|Rath, D - MARIENSEE, GERMANY|
|Niemann, H - MARIENSEE, GERMANY|
Submitted to: Theriogenology
Publication Type: Peer Reviewed Journal
Publication Acceptance Date: October 24, 1996
Publication Date: N/A
Interpretive Summary: Gender preselection in swine is a useful technology for producing male and female lines of hybrid stock. Additionally, the female provides a faster growth rate and feed efficiency. The combination of the sexing technology and in vitro fertilization was shown to be an effective means of producing litters of one sex only. Two litters totaling 10 females were born. These elitters were the first produced from sexed embryos based on the Beltsville Sexing Technology. These results will be used by scientists to further perfect the combination of in vitro fertilization in the pig with our current sexing technology.
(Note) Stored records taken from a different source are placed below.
//! The finite-kinetics current at a planar electrode: its published limits and the recovery of
//! kf and D from noisy synthetic transients.

use diffusor_fit::constants::{CM2_PER_S, FARADAY_C_PER_MOL};
use diffusor_fit::models::common::{ModelError, ModelWarningCode, Transient};
use diffusor_fit::models::kinetics::{BackReaction, KineticCell, fit_kinetics, kinetic_current_a};
use diffusor_fit::models::planar::cottrell_current_a;
use rand::SeedableRng;
use rand::rngs::StdRng;
use rand_distr::{Distribution, Normal};

const N: f64 = 1.0;
/// A 3 mm disk, 0.0707 cm².
const AREA_M2: f64 = 7.07e-6;
const CONC_MOL_M3: f64 = 1.0;
const D_M2_S: f64 = 7.2e-6 * CM2_PER_S;

#[test]
fn long_times_tend_to_cottrell_with_the_first_correction() {
    // For H√t ≫ 1, I = Cottrell·(1 − 1/(2H²t) + O((H²t)^-2)) (erfcx asymptotics, Abramowitz &
    // Stegun 1964, eq. 7.1.23, in the kinetic current of Bard & Faulkner 2001). The next
    // term is 3/(4x⁴), so the relative difference must fall below 1/x⁴.
    let kf = 1e-4;
    let h = kf / D_M2_S.sqrt();
    for &x in &[10.0, 30.0, 100.0, 1e3] {
        let t = (x / h).powi(2);
        let i = kinetic_current_a(
            N,
            AREA_M2,
            CONC_MOL_M3,
            kf,
            D_M2_S,
            BackReaction::Irreversible,
            t,
        );
        let limit =
            cottrell_current_a(N, AREA_M2, CONC_MOL_M3, D_M2_S, t) * (1.0 - 1.0 / (2.0 * x * x));
        let rel = (i / limit - 1.0).abs();
        assert!(
            rel < 1.0 / x.powi(4),
            "H√t = {x}: relative difference {rel:e}"
        );
    }
}

#[test]
fn short_times_tend_to_the_kinetic_current() {
    // For H√t ≪ 1, I = n·F·A·kf·C·(1 − 2H√t/√π + O(H²t)) (A&S 1964, same source).
    let kf = 1e-4;
    let h = kf / D_M2_S.sqrt();
    for &x in &[1e-4, 1e-3, 1e-2] {
        let t = (x / h).powi(2);
        let i = kinetic_current_a(
            N,
            AREA_M2,
            CONC_MOL_M3,
            kf,
            D_M2_S,
            BackReaction::Irreversible,
            t,
        );
        let limit = N
            * FARADAY_C_PER_MOL
            * AREA_M2
            * kf
            * CONC_MOL_M3
            * (1.0 - 2.0 * x / std::f64::consts::PI.sqrt());
        let rel = (i / limit - 1.0).abs();
        assert!(rel < 1.01 * x * x, "H√t = {x}: relative difference {rel:e}");
    }
}

#[test]
fn quasi_reversible_long_time_current_is_cottrell_over_q() {
    // With kb = θ·kf and D_R = D_O, H = (kf + kb)/√D, and for H√t ≫ 1 the current tends to
    // n·F·A·kf·C/(H√(πt)) = Cottrell·kf/(kf + kb) (Bard & Faulkner 2001, the large-H√t
    // limit): the surface concentration settles at the Nernstian ratio.
    let kf = 1e-3;
    let back = BackReaction::QuasiReversible {
        kb_over_kf: 0.5,
        dr_over_do: 1.0,
    };
    let t = 10.0;
    let i = kinetic_current_a(N, AREA_M2, CONC_MOL_M3, kf, D_M2_S, back, t);
    let expected = cottrell_current_a(N, AREA_M2, CONC_MOL_M3, D_M2_S, t) / 1.5;
    let x = 1.5 * kf * (t / D_M2_S).sqrt();
    assert!(x > 100.0);
    assert!(
        (i / expected - 1.0).abs() < 1.0 / (x * x),
        "{i:e} vs {expected:e}"
    );
}

/// A noisy transient sampled log-uniformly from `t_lo` to `t_hi`.
fn synthetic(
    kf: f64,
    back: BackReaction,
    t_lo: f64,
    t_hi: f64,
    noise_rel: f64,
    seed: u64,
) -> (Vec<f64>, Vec<f64>) {
    let m = 400;
    let mut rng = StdRng::seed_from_u64(seed);
    let t: Vec<f64> = (0..m)
        .map(|k| t_lo * (t_hi / t_lo).powf(k as f64 / (m - 1) as f64))
        .collect();
    let scale = kinetic_current_a(N, AREA_M2, CONC_MOL_M3, kf, D_M2_S, back, t_hi);
    let noise = Normal::new(0.0, noise_rel * scale).expect("normal");
    let i = t
        .iter()
        .map(|&t| {
            kinetic_current_a(N, AREA_M2, CONC_MOL_M3, kf, D_M2_S, back, t) + noise.sample(&mut rng)
        })
        .collect();
    (t, i)
}

#[test]
fn recovers_kf_and_d_from_noisy_transients_with_calibrated_intervals() {
    // Synthetic data from the model itself with 1 % (of the last current) Gaussian noise,
    // 80 seeds. Project requirement: true values within 2 % and inside the 95 % intervals. A
    // 95 % interval misses 5 % of the time by construction (seed 1 alone puts D 2.2 standard
    // errors low), so the interval requirement is checked as coverage: at least 70 of 80
    // (76 expected; 70 is three binomial standard deviations below).
    let kf = 1e-4; // 1e-2 cm/s, H = 3.7 s^-½: H√t runs from 0.12 to 12 over 1 ms–10 s.
    let cell = KineticCell {
        n: N,
        area_m2: AREA_M2,
        conc_mol_m3: CONC_MOL_M3,
        back: BackReaction::Irreversible,
    };
    let (mut kf_in, mut d_in) = (0, 0);
    let mut z_sum = 0.0;
    for seed in 0..80 {
        let (t, i) = synthetic(kf, BackReaction::Irreversible, 1e-3, 10.0, 0.01, seed);
        let fit = fit_kinetics(
            &Transient {
                time_s: &t,
                current_a: &i,
            },
            &cell,
        )
        .unwrap();
        let kf_hat = fit.fit.params[0].estimate;
        let d_hat = fit.fit.diffusion_m2_s.unwrap();
        if seed < 3 {
            println!(
                "seed {seed}: kf = {:.5e} ± {:.2e}, D = {:.5e} ± {:.2e}, {} iterations",
                kf_hat.value, kf_hat.std_error, d_hat.value, d_hat.std_error, fit.fit.iterations
            );
        }
        z_sum += (d_hat.value - D_M2_S) / d_hat.std_error;
        kf_in += usize::from(kf_hat.ci95[0] < kf && kf < kf_hat.ci95[1]);
        d_in += usize::from(d_hat.ci95[0] < D_M2_S && D_M2_S < d_hat.ci95[1]);
        assert!(
            (kf_hat.value / kf - 1.0).abs() < 0.02,
            "seed {seed}: {kf_hat:?}"
        );
        assert!(
            (d_hat.value / D_M2_S - 1.0).abs() < 0.02,
            "seed {seed}: {d_hat:?}"
        );
        assert!(fit.fit.in_validity_range && fit.fit.converged);
        assert!(
            fit.fit
                .warnings
                .iter()
                .any(|w| w.code == ModelWarningCode::KineticLimitation)
        );
    }
    println!(
        "coverage of the 95 % intervals in 80 runs: kf {kf_in}, D {d_in}; mean z of D {:.3}",
        z_sum / 80.0
    );
    assert!(
        kf_in >= 70 && d_in >= 70,
        "coverage kf {kf_in}/80, D {d_in}/80"
    );
}

#[test]
fn recovers_kf_and_d_in_the_quasi_reversible_case() {
    let back = BackReaction::QuasiReversible {
        kb_over_kf: 0.3,
        dr_over_do: 0.8,
    };
    let kf = 5e-5;
    let (t, i) = synthetic(kf, back, 1e-3, 30.0, 0.005, 7);
    let cell = KineticCell {
        n: N,
        area_m2: AREA_M2,
        conc_mol_m3: CONC_MOL_M3,
        back,
    };
    let fit = fit_kinetics(
        &Transient {
            time_s: &t,
            current_a: &i,
        },
        &cell,
    )
    .unwrap();
    let kf_hat = fit.fit.params[0].estimate;
    let d_hat = fit.fit.diffusion_m2_s.unwrap();
    println!("quasi-reversible: kf = {kf_hat:?}, D = {d_hat:?}");
    assert!(kf_hat.ci95[0] < kf && kf < kf_hat.ci95[1]);
    assert!(d_hat.ci95[0] < D_M2_S && D_M2_S < d_hat.ci95[1]);
    assert!((kf_hat.value / kf - 1.0).abs() < 0.02);
    assert!((d_hat.value / D_M2_S - 1.0).abs() < 0.02);
}

#[test]
fn a_cottrellian_transient_is_refused_with_a_reason() {
    // kf = 1 m/s (100 cm/s): H√t > 100 at 1 ms; no kinetic information at all.
    let t: Vec<f64> = (1..=200).map(|k| 1e-3 * k as f64).collect();
    let i: Vec<f64> = t
        .iter()
        .map(|&t| cottrell_current_a(N, AREA_M2, CONC_MOL_M3, D_M2_S, t))
        .collect();
    let cell = KineticCell {
        n: N,
        area_m2: AREA_M2,
        conc_mol_m3: CONC_MOL_M3,
        back: BackReaction::Irreversible,
    };
    let err = fit_kinetics(
        &Transient {
            time_s: &t,
            current_a: &i,
        },
        &cell,
    )
    .unwrap_err();
    assert!(matches!(err, ModelError::NotIdentifiable(_)), "{err:?}");
    assert_eq!(
        err.to_string(),
        "the current follows Cottrell's law from the first point (1.00 ms): kf is too large to measure in this window (H√t > 30); use the planar Cottrell analysis or shorter times"
    );
}

#[test]
fn bad_inputs_are_refused() {
    let t = [1.0, 2.0, 3.0, 4.0, 5.0, 6.0];
    let i = [1.0; 6];
    let cell = KineticCell {
        n: N,
        area_m2: -1.0,
        conc_mol_m3: CONC_MOL_M3,
        back: BackReaction::Irreversible,
    };
    let err = fit_kinetics(
        &Transient {
            time_s: &t,
            current_a: &i,
        },
        &cell,
    )
    .unwrap_err();
    assert_eq!(
        err.to_string(),
        "area must be a positive finite number, got -1"
    );
    let cell = KineticCell {
        area_m2: AREA_M2,
        ..cell
    };
    let t_bad = [1.0, 2.0, 2.0, 4.0, 5.0, 6.0];
    let err = fit_kinetics(
        &Transient {
            time_s: &t_bad,
            current_a: &i,
        },
        &cell,
    )
    .unwrap_err();
    assert_eq!(
        err.to_string(),
        "kinetic transient must be strictly increasing times, got 2"
    );
}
Technical Abstract: In vivo matured porcine oocytes were fertilized in vitro with X and Y chromosome bearing sperm, flow cytometrically sorted for sex based on DNA content. Developmental competence of the sexed embryos was determined through established pregnancies after embryo transfer. Sperm were stained with Hoechst 33342 and sorted using a flow cytometry cell sorter. Purity of sort was 83% for Y-sperm and 92% for X-sperm, respectively. A total of 387 mature cumulus-oocyte-complexes were collected from 18 superovulated prepuberal gilts shortly before ovulation. In vitro fertilization with sorted sperm was performed in four replicates. After 18 h of sperm and egg co-culture at 39 degrees C, zygotes were placed into culture medium (NCSU- 23) for anther 24 h. The average cleavage rate was 56.2%. Ninety-two embryos produced from X-sorted sperm were transferred surgically into the uterus of 2 recipients. Two gilts farrowed and delivered 6 and 4 healthy female piglets, respectively. Additionally, two gilts were inseminated intratubally via surgical laparotomy with either X or Y sorted sperm (2x100,000) per oviduct. The two sows farrowed and litters were born producing 15 piglets. Thirteen of the 15 piglets were of the predicted gender (85%).